#### Directions:
The line with "const theme = graph.themeAt.get(place.theme)!" marks the start; write out that line and all following lines through the end of the listing, exactly.
BEGIN
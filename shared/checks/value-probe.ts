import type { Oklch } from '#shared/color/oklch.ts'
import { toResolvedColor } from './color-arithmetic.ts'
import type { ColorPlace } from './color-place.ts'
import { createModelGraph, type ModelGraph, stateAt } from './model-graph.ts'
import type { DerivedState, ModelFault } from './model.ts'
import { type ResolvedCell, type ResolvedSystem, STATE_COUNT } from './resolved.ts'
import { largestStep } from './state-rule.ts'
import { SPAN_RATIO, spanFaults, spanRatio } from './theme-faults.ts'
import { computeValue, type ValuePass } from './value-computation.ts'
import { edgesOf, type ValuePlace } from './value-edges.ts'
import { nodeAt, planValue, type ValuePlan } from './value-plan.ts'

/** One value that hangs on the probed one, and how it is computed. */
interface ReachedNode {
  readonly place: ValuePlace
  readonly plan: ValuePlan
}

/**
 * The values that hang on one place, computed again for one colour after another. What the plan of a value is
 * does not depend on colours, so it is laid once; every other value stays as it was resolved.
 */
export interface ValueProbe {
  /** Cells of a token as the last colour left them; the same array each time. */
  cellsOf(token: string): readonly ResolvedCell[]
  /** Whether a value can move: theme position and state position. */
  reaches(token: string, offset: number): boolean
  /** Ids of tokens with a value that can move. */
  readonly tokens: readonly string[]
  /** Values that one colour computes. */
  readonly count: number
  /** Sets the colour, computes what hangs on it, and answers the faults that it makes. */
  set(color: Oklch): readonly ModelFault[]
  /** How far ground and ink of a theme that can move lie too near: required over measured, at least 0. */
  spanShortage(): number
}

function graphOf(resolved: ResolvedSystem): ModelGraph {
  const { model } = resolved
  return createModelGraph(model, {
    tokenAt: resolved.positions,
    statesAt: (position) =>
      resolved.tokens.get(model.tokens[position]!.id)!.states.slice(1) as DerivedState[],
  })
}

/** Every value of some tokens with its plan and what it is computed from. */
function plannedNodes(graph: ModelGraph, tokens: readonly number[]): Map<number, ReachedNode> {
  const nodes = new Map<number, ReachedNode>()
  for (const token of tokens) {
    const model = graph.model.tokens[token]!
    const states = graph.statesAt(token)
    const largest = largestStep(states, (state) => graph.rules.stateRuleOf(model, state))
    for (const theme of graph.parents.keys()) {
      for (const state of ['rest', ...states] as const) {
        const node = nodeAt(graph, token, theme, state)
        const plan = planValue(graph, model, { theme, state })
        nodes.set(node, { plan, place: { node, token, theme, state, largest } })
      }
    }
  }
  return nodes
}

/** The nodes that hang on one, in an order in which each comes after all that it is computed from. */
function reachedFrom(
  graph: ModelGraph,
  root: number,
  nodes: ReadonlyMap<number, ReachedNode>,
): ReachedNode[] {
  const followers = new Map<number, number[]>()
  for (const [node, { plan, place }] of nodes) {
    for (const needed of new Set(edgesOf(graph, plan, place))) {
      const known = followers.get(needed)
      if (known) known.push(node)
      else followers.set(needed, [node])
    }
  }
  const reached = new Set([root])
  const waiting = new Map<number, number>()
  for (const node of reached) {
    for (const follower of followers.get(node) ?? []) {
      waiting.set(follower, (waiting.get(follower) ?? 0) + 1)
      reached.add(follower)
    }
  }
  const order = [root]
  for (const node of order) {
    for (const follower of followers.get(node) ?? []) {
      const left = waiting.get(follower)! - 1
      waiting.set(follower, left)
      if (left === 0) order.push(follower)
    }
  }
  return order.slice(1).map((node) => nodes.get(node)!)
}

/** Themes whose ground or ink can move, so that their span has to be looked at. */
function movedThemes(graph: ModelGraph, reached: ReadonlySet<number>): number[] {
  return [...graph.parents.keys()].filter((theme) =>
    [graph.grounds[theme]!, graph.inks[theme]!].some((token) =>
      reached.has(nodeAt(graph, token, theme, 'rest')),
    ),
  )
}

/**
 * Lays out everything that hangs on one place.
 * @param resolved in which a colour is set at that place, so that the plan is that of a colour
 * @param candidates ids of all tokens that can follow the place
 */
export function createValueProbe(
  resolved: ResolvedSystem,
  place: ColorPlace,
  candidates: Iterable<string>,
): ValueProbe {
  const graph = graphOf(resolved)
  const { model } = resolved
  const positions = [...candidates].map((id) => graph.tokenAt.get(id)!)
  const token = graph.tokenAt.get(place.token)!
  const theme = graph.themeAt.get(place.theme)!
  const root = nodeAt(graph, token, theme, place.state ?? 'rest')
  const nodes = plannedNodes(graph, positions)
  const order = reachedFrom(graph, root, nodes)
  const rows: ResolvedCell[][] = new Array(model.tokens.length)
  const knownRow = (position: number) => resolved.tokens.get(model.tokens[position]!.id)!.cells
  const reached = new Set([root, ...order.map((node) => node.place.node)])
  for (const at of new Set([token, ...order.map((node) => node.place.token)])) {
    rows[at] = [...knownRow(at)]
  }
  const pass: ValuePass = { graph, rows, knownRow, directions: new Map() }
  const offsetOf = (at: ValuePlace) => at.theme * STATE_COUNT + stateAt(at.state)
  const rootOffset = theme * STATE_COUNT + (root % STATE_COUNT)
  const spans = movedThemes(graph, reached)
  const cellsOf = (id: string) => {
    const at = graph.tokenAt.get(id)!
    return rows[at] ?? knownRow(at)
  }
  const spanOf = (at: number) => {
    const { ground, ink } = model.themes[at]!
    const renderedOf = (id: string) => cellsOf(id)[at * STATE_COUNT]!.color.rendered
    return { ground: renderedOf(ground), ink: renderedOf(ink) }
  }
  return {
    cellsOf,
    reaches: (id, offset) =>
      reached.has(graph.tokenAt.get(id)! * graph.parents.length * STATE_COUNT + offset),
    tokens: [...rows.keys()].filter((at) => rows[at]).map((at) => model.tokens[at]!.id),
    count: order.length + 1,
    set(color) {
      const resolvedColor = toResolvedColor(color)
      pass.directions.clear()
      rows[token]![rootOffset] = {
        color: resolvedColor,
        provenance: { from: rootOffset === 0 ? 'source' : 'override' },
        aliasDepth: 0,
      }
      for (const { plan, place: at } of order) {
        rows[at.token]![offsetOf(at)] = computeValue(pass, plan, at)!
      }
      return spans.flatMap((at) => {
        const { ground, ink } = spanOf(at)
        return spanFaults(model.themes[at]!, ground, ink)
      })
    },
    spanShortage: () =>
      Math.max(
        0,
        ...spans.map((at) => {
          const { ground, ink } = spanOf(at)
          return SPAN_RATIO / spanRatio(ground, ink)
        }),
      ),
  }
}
END
#### The answer:
  const theme = graph.themeAt.get(place.theme)!
  const root = nodeAt(graph, token, theme, place.state ?? 'rest')
  const nodes = plannedNodes(graph, positions)
  const order = reachedFrom(graph, root, nodes)
  const rows: ResolvedCell[][] = new Array(model.tokens.length)
  const knownRow = (position: number) => resolved.tokens.get(model.tokens[position]!.id)!.cells
  const reached = new Set([root, ...order.map((node) => node.place.node)])
  for (const at of new Set([token, ...order.map((node) => node.place.token)])) {
    rows[at] = [...knownRow(at)]
  }
  const pass: ValuePass = { graph, rows, knownRow, directions: new Map() }
  const offsetOf = (at: ValuePlace) => at.theme * STATE_COUNT + stateAt(at.state)
  const rootOffset = theme * STATE_COUNT + (root % STATE_COUNT)
  const spans = movedThemes(graph, reached)
  const cellsOf = (id: string) => {
    const at = graph.tokenAt.get(id)!
    return rows[at] ?? knownRow(at)
  }
  const spanOf = (at: number) => {
    const { ground, ink } = model.themes[at]!
    const renderedOf = (id: string) => cellsOf(id)[at * STATE_COUNT]!.color.rendered
    return { ground: renderedOf(ground), ink: renderedOf(ink) }
  }
  return {
    cellsOf,
    reaches: (id, offset) =>
      reached.has(graph.tokenAt.get(id)! * graph.parents.length * STATE_COUNT + offset),
    tokens: [...rows.keys()].filter((at) => rows[at]).map((at) => model.tokens[at]!.id),
    count: order.length + 1,
    set(color) {
      const resolvedColor = toResolvedColor(color)
      pass.directions.clear()
      rows[token]![rootOffset] = {
        color: resolvedColor,
        provenance: { from: rootOffset === 0 ? 'source' : 'override' },
        aliasDepth: 0,
      }
      for (const { plan, place: at } of order) {
        rows[at.token]![offsetOf(at)] = computeValue(pass, plan, at)!
      }
      return spans.flatMap((at) => {
        const { ground, ink } = spanOf(at)
        return spanFaults(model.themes[at]!, ground, ink)
      })
    },
    spanShortage: () =>
      Math.max(
        0,
        ...spans.map((at) => {
          const { ground, ink } = spanOf(at)
          return SPAN_RATIO / spanRatio(ground, ink)
        }),
      ),
  }
}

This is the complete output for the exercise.